-------- Material for the task
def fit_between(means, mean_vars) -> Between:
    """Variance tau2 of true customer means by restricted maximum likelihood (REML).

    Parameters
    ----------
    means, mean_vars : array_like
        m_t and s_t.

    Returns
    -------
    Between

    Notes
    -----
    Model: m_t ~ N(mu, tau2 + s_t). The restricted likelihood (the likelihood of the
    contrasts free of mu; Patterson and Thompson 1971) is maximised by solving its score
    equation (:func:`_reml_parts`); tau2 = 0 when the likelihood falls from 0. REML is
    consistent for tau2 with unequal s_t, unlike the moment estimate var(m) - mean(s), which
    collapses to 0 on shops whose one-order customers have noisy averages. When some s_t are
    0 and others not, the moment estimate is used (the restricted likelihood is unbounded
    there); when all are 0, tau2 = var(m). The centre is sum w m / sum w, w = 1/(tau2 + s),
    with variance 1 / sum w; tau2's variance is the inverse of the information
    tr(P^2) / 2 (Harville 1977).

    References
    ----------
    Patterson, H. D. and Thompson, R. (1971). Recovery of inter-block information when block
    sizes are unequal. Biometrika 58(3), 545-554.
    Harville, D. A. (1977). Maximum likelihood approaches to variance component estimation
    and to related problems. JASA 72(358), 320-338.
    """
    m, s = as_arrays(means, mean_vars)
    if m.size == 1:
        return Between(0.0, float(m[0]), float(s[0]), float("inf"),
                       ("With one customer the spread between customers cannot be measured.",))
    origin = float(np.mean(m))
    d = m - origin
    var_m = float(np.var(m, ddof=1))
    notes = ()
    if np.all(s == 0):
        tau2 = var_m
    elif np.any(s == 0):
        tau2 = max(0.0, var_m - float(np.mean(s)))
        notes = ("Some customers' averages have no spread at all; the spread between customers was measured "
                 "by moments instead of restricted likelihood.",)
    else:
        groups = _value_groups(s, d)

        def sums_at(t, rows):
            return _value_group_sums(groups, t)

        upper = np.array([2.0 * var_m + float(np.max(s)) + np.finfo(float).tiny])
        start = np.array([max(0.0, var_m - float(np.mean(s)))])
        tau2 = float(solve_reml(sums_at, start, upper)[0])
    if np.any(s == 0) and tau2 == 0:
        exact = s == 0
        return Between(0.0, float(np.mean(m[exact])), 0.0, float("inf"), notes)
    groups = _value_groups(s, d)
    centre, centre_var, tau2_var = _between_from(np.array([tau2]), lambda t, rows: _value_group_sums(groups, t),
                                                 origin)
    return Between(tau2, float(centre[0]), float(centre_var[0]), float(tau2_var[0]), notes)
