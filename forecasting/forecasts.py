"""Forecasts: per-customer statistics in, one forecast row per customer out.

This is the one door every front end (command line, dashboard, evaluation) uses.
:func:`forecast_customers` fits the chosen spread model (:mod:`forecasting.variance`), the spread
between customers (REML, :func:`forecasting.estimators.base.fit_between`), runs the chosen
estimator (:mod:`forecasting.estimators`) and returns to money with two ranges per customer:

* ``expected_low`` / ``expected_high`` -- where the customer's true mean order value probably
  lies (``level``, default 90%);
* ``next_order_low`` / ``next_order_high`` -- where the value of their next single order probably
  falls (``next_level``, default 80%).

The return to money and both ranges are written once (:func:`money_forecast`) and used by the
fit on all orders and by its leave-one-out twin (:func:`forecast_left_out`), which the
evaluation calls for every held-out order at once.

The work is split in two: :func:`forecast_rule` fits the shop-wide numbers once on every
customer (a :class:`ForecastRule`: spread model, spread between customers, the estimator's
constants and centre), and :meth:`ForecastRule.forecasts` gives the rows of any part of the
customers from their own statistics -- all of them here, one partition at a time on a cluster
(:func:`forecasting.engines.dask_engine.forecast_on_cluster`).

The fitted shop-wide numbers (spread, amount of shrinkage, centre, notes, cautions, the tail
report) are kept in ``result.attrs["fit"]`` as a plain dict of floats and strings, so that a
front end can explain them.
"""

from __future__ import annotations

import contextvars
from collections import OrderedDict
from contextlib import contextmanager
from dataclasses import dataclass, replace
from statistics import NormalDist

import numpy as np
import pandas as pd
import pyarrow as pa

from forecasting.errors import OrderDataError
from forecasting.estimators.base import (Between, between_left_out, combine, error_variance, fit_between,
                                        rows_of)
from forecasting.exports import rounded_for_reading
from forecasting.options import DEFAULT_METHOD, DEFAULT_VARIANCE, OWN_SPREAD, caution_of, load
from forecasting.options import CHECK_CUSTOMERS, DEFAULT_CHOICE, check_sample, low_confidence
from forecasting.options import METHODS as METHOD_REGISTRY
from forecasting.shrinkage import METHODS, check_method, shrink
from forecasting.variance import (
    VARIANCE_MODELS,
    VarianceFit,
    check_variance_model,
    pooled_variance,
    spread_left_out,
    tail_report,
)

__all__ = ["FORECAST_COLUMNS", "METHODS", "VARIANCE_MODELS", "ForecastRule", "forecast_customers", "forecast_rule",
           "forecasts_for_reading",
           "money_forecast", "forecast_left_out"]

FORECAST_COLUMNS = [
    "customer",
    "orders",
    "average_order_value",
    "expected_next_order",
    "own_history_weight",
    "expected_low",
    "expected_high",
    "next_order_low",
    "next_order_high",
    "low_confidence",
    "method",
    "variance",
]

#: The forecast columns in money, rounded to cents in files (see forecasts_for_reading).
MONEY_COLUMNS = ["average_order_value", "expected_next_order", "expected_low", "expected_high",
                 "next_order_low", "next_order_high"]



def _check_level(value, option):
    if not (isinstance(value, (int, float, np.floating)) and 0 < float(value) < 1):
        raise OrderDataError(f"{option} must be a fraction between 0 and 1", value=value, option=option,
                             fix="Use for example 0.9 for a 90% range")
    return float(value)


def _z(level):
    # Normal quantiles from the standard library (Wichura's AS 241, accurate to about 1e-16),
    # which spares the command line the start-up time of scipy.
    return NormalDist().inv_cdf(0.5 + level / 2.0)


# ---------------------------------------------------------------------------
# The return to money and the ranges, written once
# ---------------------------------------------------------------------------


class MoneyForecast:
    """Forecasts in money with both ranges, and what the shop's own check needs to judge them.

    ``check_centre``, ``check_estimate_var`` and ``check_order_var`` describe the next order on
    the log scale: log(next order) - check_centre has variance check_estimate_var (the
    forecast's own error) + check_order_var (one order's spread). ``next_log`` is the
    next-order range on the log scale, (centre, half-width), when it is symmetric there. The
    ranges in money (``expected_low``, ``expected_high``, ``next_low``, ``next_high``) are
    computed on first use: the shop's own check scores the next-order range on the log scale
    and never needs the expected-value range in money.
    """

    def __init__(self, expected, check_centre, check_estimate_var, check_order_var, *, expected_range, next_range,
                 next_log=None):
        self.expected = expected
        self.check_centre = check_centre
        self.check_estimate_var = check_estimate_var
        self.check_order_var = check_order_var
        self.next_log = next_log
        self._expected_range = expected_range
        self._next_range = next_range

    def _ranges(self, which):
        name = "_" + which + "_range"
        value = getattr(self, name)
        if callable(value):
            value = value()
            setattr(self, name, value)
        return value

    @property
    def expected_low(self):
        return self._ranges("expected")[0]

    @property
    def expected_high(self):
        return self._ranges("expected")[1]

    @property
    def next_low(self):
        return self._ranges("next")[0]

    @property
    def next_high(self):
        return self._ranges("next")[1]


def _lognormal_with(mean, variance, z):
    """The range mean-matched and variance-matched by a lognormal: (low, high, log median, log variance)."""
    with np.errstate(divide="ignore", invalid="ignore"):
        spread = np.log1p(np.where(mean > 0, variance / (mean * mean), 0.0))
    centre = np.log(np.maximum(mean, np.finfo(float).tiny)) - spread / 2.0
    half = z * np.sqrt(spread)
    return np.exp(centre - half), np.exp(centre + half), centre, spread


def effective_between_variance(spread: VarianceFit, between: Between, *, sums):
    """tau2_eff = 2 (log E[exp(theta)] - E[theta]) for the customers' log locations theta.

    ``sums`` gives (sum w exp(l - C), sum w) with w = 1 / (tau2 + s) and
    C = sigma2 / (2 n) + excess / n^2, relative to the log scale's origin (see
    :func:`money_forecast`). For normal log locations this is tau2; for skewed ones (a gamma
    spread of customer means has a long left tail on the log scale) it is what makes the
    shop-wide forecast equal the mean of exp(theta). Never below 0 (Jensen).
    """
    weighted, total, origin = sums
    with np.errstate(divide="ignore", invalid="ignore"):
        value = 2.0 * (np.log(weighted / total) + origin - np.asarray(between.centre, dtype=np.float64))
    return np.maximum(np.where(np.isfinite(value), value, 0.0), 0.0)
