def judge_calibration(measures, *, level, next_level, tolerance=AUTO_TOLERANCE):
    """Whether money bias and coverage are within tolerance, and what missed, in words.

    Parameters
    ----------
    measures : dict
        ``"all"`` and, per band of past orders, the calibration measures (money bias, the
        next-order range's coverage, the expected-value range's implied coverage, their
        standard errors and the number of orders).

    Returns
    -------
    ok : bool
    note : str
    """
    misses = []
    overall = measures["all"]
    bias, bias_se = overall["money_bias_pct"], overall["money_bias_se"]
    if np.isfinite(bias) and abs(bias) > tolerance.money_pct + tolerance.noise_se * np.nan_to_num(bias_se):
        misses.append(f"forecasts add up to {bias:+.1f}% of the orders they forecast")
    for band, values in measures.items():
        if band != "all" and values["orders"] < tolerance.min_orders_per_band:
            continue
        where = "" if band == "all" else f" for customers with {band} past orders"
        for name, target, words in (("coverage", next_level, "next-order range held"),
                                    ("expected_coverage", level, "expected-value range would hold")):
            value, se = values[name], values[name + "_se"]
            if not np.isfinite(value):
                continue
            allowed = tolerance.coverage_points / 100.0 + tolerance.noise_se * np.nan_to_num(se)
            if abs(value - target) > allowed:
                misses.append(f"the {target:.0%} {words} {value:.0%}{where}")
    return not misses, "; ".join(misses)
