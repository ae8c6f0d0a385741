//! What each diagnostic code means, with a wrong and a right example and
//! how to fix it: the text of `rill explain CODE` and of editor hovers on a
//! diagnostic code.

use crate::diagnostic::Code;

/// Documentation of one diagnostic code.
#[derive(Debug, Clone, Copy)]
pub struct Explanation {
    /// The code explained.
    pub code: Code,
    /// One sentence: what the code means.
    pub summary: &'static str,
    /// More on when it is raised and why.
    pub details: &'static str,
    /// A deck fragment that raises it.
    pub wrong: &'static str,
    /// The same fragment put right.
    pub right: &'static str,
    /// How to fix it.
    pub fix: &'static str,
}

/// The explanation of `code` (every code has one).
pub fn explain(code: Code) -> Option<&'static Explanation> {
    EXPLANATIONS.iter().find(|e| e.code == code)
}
----------------
Task item >>
The required output is the stretch of entries above from the line containing "evaluation calls for" through the line containing "from dataclasses import dataclass, replace", reproduced exactly.

Exercise answer >>
evaluation calls for every held-out order at once.

The work is split in two: :func:`forecast_rule` fits the shop-wide numbers once on every
customer (a :class:`ForecastRule`: spread model, spread between customers, the estimator's
constants and centre), and :meth:`ForecastRule.forecasts` gives the rows of any part of the
customers from their own statistics -- all of them here, one partition at a time on a cluster
(:func:`forecasting.engines.dask_engine.forecast_on_cluster`).

The fitted shop-wide numbers (spread, amount of shrinkage, centre, notes, cautions, the tail
report) are kept in ``result.attrs["fit"]`` as a plain dict of floats and strings, so that a
front end can explain them.
"""

from __future__ import annotations

import contextvars
from collections import OrderedDict
from contextlib import contextmanager
from dataclasses import dataclass, replace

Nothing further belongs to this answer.